DIRECTIONS FOR THIS TASK
Please write out exactly the lines of the data below from the line holding "In Shaw, D." through the line holding "for k in keys]", and leave out the rest.

DATA PROVIDED

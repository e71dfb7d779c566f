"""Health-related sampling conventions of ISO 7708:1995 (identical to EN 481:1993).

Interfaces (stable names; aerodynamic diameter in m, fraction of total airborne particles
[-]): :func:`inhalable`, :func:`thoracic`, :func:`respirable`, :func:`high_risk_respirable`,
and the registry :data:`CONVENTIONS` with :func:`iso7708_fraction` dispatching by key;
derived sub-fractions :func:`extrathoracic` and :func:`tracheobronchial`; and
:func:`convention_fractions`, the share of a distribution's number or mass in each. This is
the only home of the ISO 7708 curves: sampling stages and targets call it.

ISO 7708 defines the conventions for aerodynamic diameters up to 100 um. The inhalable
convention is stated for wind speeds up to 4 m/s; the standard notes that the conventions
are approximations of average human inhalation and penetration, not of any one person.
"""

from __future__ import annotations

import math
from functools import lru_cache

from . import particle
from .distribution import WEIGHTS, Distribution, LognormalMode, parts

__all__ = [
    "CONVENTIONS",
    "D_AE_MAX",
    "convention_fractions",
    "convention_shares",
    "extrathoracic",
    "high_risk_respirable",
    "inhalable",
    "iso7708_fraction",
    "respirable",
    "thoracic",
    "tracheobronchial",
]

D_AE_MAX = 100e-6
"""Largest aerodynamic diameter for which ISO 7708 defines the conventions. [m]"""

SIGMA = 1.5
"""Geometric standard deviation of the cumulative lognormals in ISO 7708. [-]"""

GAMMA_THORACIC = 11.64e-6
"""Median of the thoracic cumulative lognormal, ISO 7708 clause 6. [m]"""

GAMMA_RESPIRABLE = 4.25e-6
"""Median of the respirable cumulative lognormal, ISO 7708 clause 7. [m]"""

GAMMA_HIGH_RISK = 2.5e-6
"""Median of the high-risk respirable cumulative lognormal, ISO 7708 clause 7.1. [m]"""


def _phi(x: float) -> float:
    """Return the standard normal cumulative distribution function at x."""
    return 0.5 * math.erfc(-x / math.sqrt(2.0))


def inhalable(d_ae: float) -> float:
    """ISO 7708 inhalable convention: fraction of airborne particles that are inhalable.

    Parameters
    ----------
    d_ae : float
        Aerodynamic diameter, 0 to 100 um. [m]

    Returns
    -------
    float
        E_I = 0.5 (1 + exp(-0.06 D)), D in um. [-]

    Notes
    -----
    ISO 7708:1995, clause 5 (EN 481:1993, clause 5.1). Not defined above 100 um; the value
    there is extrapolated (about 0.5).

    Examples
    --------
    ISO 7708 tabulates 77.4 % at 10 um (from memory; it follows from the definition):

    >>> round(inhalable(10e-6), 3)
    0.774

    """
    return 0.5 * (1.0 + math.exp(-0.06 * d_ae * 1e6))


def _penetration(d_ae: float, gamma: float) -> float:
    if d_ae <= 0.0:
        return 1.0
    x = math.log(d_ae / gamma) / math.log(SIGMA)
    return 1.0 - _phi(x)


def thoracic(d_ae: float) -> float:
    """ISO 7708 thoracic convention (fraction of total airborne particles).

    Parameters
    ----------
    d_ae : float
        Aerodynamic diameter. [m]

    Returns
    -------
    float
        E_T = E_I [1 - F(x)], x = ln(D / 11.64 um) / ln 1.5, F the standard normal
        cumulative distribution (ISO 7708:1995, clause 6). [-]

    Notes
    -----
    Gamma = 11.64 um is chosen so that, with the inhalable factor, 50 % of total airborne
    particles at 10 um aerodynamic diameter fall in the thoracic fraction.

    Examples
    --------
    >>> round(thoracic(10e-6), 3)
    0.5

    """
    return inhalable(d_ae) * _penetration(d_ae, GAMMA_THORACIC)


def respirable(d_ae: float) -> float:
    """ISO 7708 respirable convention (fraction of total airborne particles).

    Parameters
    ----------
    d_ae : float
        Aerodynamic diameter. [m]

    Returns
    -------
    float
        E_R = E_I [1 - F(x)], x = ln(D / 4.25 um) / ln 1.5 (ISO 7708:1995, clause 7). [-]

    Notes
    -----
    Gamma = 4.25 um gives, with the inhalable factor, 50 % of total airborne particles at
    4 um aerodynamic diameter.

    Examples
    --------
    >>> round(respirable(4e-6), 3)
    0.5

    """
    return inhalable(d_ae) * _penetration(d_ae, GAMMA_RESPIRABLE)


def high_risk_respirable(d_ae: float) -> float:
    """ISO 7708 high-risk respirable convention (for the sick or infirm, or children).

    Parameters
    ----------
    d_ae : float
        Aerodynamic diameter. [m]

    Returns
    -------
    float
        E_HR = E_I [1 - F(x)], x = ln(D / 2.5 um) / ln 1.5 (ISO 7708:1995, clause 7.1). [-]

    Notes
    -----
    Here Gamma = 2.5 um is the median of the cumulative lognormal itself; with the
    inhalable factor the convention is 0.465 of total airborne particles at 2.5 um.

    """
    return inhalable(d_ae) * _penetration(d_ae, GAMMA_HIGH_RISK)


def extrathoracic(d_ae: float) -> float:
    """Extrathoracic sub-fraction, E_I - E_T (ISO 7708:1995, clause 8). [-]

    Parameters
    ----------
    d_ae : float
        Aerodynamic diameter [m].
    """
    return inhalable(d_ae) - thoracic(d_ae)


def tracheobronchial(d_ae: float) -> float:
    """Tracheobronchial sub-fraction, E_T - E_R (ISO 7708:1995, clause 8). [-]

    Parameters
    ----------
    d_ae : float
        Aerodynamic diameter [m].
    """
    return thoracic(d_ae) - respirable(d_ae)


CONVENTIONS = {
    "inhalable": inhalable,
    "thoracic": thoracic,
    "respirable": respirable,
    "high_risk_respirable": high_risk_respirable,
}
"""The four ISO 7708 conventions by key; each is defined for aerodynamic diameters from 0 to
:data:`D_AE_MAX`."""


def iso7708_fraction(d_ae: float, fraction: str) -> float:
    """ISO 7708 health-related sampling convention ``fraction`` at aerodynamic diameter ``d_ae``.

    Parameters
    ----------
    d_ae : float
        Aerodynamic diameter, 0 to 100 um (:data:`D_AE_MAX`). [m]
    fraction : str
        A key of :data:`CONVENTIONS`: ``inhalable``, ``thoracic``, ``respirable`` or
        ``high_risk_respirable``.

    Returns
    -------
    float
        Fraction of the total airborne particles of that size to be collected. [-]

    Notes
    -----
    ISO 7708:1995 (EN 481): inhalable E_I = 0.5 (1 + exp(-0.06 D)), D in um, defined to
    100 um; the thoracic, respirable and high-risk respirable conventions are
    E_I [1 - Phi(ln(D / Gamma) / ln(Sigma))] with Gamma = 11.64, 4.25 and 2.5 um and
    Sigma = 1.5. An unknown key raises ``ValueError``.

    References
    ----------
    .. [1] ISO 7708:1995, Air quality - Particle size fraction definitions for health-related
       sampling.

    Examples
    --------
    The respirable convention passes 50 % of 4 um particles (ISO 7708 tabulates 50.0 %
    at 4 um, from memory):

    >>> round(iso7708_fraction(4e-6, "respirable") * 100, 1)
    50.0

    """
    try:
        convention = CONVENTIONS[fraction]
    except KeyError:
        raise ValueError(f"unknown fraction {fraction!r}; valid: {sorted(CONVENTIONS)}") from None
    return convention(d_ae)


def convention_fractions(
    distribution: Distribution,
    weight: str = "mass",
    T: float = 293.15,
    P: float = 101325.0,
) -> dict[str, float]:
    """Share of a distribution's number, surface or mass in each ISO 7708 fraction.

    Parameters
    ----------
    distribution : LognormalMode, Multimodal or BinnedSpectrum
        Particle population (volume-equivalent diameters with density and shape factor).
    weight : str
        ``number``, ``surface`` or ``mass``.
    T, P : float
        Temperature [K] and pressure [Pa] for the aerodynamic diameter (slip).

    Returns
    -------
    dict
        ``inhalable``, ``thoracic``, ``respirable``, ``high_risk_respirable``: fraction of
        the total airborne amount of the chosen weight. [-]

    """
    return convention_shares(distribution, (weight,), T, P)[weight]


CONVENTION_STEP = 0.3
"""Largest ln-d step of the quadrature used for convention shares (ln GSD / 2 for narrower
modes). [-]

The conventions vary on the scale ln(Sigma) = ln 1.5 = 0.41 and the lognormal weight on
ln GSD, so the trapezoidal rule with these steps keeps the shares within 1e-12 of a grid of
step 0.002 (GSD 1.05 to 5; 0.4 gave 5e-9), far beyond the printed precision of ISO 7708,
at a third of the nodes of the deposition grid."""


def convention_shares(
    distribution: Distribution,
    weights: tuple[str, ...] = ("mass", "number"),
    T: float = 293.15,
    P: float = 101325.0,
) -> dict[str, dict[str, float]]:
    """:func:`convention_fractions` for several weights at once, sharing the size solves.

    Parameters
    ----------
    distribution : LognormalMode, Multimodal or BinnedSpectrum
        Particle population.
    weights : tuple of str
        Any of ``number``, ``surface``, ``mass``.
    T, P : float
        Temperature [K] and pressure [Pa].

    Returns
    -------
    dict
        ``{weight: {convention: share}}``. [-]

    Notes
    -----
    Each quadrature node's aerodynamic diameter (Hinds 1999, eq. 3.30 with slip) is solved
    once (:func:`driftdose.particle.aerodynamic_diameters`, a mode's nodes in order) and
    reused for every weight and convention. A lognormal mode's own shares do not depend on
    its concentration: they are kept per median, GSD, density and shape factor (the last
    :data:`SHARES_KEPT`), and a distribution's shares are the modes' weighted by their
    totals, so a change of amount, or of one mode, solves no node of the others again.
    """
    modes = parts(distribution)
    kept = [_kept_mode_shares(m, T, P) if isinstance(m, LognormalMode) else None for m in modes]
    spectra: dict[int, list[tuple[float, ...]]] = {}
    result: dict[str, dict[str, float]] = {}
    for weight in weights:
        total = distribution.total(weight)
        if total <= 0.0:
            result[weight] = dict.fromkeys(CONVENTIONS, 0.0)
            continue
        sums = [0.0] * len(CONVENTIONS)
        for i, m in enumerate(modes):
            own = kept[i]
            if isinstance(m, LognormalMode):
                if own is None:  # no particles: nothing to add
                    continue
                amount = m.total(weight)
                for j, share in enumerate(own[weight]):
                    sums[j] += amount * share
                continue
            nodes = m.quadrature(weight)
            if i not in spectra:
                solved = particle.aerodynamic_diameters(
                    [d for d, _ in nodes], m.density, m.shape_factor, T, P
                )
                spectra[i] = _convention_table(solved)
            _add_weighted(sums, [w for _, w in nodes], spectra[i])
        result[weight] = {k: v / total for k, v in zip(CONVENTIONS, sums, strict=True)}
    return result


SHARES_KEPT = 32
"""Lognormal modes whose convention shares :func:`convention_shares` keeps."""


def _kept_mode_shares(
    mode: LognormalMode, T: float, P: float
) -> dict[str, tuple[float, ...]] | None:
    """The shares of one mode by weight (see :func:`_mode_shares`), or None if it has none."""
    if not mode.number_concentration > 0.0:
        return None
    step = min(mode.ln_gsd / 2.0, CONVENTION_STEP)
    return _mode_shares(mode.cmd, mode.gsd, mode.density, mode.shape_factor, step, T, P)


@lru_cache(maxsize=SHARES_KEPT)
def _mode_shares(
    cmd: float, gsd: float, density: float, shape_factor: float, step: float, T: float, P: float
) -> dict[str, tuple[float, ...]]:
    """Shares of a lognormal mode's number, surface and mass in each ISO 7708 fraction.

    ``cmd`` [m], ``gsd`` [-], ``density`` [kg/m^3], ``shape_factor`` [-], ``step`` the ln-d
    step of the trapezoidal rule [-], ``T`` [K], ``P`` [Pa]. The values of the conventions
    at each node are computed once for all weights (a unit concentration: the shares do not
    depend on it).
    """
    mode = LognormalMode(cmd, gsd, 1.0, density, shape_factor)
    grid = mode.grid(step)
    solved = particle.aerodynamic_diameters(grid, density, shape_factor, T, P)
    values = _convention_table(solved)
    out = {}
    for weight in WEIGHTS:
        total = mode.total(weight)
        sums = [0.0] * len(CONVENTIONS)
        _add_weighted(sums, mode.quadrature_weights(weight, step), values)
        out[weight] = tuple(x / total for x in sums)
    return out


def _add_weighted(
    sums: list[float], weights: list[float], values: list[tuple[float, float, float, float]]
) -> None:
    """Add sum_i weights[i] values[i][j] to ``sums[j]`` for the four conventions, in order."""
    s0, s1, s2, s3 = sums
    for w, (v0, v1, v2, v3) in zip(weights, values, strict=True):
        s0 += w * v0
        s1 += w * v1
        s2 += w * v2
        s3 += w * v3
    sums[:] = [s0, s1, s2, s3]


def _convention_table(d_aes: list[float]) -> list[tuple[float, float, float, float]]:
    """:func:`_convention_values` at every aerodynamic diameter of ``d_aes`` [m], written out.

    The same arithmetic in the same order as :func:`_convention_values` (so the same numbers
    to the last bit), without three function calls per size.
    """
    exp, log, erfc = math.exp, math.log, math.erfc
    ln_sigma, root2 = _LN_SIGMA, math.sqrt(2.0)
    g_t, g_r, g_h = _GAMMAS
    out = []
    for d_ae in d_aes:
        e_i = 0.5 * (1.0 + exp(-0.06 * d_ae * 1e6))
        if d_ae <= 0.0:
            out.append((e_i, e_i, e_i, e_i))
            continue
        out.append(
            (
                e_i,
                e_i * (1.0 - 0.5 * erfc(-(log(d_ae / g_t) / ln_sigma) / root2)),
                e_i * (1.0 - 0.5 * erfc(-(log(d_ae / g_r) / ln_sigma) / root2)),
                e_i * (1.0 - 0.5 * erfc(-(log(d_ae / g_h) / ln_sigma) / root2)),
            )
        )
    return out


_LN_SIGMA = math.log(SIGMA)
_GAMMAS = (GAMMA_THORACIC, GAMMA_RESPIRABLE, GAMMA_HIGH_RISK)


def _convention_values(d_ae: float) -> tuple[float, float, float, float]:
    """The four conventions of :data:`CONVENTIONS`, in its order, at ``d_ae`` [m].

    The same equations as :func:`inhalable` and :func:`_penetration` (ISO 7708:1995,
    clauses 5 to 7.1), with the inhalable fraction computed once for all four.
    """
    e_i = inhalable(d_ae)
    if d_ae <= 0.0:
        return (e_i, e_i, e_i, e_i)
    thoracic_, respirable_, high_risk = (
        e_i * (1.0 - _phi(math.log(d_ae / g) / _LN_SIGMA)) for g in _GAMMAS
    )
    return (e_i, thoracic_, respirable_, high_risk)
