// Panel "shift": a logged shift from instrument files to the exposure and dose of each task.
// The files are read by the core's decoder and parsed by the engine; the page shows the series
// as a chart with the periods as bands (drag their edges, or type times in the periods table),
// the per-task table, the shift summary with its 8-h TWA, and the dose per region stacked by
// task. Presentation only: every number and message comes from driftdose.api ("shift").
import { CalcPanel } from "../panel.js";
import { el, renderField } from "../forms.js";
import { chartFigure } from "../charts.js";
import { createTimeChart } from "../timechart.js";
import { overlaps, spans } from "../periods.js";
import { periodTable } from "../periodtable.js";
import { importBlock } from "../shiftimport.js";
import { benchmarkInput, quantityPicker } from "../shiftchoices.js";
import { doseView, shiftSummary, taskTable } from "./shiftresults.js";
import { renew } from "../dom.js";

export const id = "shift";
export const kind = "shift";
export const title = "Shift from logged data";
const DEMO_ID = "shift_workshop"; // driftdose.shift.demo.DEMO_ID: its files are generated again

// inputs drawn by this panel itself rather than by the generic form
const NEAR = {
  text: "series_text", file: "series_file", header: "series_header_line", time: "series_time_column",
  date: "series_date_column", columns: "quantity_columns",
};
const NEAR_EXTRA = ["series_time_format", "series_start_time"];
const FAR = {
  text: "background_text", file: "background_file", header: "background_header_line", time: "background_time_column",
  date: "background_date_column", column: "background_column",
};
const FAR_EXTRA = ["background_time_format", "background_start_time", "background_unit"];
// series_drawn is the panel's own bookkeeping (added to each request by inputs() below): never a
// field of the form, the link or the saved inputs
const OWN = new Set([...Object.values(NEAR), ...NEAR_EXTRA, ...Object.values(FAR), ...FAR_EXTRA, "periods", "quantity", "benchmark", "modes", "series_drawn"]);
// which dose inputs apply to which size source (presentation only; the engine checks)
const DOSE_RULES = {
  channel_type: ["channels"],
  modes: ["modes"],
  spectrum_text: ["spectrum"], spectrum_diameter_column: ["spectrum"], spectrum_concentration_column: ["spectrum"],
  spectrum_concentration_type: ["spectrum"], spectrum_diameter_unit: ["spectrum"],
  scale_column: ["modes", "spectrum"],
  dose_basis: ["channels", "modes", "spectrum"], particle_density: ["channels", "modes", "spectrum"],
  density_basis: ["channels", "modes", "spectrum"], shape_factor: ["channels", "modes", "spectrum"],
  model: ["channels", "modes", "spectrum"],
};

* * *

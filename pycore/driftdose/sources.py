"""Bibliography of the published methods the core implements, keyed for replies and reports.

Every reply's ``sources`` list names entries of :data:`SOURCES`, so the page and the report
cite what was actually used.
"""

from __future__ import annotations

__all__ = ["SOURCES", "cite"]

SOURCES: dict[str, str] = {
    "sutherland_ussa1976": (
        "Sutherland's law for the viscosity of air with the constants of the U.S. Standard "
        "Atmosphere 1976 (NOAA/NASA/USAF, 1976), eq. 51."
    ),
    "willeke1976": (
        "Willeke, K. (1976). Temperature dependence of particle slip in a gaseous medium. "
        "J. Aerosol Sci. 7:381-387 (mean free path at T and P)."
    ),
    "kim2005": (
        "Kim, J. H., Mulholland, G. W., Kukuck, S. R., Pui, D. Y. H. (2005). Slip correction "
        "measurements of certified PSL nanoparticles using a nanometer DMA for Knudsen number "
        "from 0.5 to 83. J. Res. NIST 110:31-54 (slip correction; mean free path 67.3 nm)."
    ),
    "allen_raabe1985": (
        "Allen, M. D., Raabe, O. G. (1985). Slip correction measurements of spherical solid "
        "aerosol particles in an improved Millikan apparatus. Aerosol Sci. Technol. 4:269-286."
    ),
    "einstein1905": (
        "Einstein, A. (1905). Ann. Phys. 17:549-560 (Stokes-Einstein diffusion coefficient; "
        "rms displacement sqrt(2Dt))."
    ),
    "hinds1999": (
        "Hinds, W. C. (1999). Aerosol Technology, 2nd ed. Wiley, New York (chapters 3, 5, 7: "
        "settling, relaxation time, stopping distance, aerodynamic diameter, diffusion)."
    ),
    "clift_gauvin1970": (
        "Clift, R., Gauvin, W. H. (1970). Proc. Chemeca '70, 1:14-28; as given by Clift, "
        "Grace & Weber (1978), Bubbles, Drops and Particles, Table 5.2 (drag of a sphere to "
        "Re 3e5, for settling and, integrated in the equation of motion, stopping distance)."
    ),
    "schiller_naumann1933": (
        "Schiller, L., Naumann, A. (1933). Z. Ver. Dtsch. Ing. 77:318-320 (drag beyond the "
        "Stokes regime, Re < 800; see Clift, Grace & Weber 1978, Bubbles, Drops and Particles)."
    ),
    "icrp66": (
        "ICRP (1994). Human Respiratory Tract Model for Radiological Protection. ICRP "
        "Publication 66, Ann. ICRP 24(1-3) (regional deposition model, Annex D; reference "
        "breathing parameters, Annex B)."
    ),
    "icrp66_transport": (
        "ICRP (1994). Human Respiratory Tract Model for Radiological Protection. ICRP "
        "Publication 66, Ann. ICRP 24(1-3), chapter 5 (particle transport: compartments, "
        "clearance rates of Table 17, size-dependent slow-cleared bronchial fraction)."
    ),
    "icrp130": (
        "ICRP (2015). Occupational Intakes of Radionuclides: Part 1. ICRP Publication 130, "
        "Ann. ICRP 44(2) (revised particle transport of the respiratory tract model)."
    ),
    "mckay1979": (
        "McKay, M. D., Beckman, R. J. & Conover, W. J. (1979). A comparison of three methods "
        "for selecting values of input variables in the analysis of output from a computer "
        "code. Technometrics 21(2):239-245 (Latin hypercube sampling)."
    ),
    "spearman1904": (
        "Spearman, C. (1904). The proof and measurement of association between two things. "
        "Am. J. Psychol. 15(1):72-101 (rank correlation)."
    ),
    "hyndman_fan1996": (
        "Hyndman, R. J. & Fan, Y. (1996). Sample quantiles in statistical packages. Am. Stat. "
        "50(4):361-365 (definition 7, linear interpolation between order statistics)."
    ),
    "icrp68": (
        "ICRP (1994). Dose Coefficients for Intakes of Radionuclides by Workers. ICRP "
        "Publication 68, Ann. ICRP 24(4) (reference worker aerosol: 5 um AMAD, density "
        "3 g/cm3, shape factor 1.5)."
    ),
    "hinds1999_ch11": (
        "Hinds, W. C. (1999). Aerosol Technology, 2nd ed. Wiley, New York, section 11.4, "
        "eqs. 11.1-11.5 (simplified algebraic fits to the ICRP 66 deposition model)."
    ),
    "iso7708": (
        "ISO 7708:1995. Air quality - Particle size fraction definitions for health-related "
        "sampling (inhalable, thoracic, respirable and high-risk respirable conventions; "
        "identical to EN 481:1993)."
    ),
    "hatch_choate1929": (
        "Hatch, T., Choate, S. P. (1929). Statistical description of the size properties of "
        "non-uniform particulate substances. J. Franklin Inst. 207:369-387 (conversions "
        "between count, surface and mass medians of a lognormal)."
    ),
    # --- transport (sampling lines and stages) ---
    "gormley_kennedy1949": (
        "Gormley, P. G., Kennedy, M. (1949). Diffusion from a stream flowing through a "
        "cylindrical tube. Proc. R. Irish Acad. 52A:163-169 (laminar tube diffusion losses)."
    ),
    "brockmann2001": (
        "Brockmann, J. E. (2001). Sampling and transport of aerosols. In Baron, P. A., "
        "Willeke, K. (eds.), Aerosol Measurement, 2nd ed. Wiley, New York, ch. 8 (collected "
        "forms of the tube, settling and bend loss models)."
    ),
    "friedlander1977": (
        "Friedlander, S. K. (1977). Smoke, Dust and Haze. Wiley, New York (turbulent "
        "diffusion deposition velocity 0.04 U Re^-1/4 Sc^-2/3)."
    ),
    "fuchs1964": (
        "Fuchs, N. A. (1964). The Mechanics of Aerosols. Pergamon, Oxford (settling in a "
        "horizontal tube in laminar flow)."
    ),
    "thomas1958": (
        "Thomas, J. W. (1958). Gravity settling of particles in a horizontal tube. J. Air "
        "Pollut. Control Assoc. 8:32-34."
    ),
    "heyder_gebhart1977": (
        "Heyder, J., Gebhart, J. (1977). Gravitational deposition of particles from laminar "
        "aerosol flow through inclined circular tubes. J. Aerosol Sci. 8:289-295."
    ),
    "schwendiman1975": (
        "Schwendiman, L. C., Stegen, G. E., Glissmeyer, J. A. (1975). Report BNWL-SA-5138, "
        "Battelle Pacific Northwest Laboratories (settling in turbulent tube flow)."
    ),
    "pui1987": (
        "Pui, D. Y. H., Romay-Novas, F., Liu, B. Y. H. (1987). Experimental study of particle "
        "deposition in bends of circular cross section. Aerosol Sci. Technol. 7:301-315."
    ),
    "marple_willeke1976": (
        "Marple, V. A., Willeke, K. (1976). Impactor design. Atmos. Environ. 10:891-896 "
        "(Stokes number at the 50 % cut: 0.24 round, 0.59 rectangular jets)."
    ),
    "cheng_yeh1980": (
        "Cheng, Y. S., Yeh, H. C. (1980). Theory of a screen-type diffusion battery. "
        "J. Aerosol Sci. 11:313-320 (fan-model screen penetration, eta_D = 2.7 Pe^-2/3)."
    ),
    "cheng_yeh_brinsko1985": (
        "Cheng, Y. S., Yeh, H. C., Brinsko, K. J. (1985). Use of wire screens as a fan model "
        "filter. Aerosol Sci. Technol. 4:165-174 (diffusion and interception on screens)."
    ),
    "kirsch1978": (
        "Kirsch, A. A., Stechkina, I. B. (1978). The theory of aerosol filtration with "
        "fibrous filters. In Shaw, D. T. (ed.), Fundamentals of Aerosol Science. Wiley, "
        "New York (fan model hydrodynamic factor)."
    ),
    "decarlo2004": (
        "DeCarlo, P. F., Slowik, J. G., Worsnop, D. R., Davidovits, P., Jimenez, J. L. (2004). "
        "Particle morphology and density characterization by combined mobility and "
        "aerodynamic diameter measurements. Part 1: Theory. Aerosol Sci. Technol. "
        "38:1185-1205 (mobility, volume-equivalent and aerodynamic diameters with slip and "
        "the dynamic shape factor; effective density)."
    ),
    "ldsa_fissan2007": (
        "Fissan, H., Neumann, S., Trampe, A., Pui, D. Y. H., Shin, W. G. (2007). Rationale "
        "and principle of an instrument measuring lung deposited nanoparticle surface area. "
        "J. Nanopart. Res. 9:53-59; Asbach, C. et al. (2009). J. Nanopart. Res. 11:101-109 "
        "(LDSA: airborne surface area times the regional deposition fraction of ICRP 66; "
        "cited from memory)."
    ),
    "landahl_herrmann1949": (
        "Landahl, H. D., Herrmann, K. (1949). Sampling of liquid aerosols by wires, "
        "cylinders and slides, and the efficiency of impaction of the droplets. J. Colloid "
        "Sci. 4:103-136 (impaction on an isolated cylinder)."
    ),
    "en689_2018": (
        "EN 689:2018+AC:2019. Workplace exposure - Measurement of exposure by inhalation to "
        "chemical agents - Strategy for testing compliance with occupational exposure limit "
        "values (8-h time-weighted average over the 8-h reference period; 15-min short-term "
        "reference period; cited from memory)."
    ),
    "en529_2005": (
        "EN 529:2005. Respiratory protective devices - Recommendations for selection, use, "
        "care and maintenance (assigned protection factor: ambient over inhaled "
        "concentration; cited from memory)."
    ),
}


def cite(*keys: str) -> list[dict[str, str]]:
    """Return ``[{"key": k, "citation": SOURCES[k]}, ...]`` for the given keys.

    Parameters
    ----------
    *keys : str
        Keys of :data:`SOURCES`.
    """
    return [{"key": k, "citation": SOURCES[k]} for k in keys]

ANSWER TO THIS EXERCISE
        "fibrous filters. In Shaw, D. T. (ed.), Fundamentals of Aerosol Science. Wiley, "
        "New York (fan model hydrodynamic factor)."
    ),
    "decarlo2004": (
        "DeCarlo, P. F., Slowik, J. G., Worsnop, D. R., Davidovits, P., Jimenez, J. L. (2004). "
        "Particle morphology and density characterization by combined mobility and "
        "aerodynamic diameter measurements. Part 1: Theory. Aerosol Sci. Technol. "
        "38:1185-1205 (mobility, volume-equivalent and aerodynamic diameters with slip and "
        "the dynamic shape factor; effective density)."
    ),
    "ldsa_fissan2007": (
        "Fissan, H., Neumann, S., Trampe, A., Pui, D. Y. H., Shin, W. G. (2007). Rationale "
        "and principle of an instrument measuring lung deposited nanoparticle surface area. "
        "J. Nanopart. Res. 9:53-59; Asbach, C. et al. (2009). J. Nanopart. Res. 11:101-109 "
        "(LDSA: airborne surface area times the regional deposition fraction of ICRP 66; "
        "cited from memory)."
    ),
    "landahl_herrmann1949": (
        "Landahl, H. D., Herrmann, K. (1949). Sampling of liquid aerosols by wires, "
        "cylinders and slides, and the efficiency of impaction of the droplets. J. Colloid "
        "Sci. 4:103-136 (impaction on an isolated cylinder)."
    ),
    "en689_2018": (
        "EN 689:2018+AC:2019. Workplace exposure - Measurement of exposure by inhalation to "
        "chemical agents - Strategy for testing compliance with occupational exposure limit "
        "values (8-h time-weighted average over the 8-h reference period; 15-min short-term "
        "reference period; cited from memory)."
    ),
    "en529_2005": (
        "EN 529:2005. Respiratory protective devices - Recommendations for selection, use, "
        "care and maintenance (assigned protection factor: ambient over inhaled "
        "concentration; cited from memory)."
    ),
}


def cite(*keys: str) -> list[dict[str, str]]:
    """Return ``[{"key": k, "citation": SOURCES[k]}, ...]`` for the given keys.

    Parameters
    ----------
    *keys : str
        Keys of :data:`SOURCES`.
    """
    return [{"key": k, "citation": SOURCES[k]} for k in keys]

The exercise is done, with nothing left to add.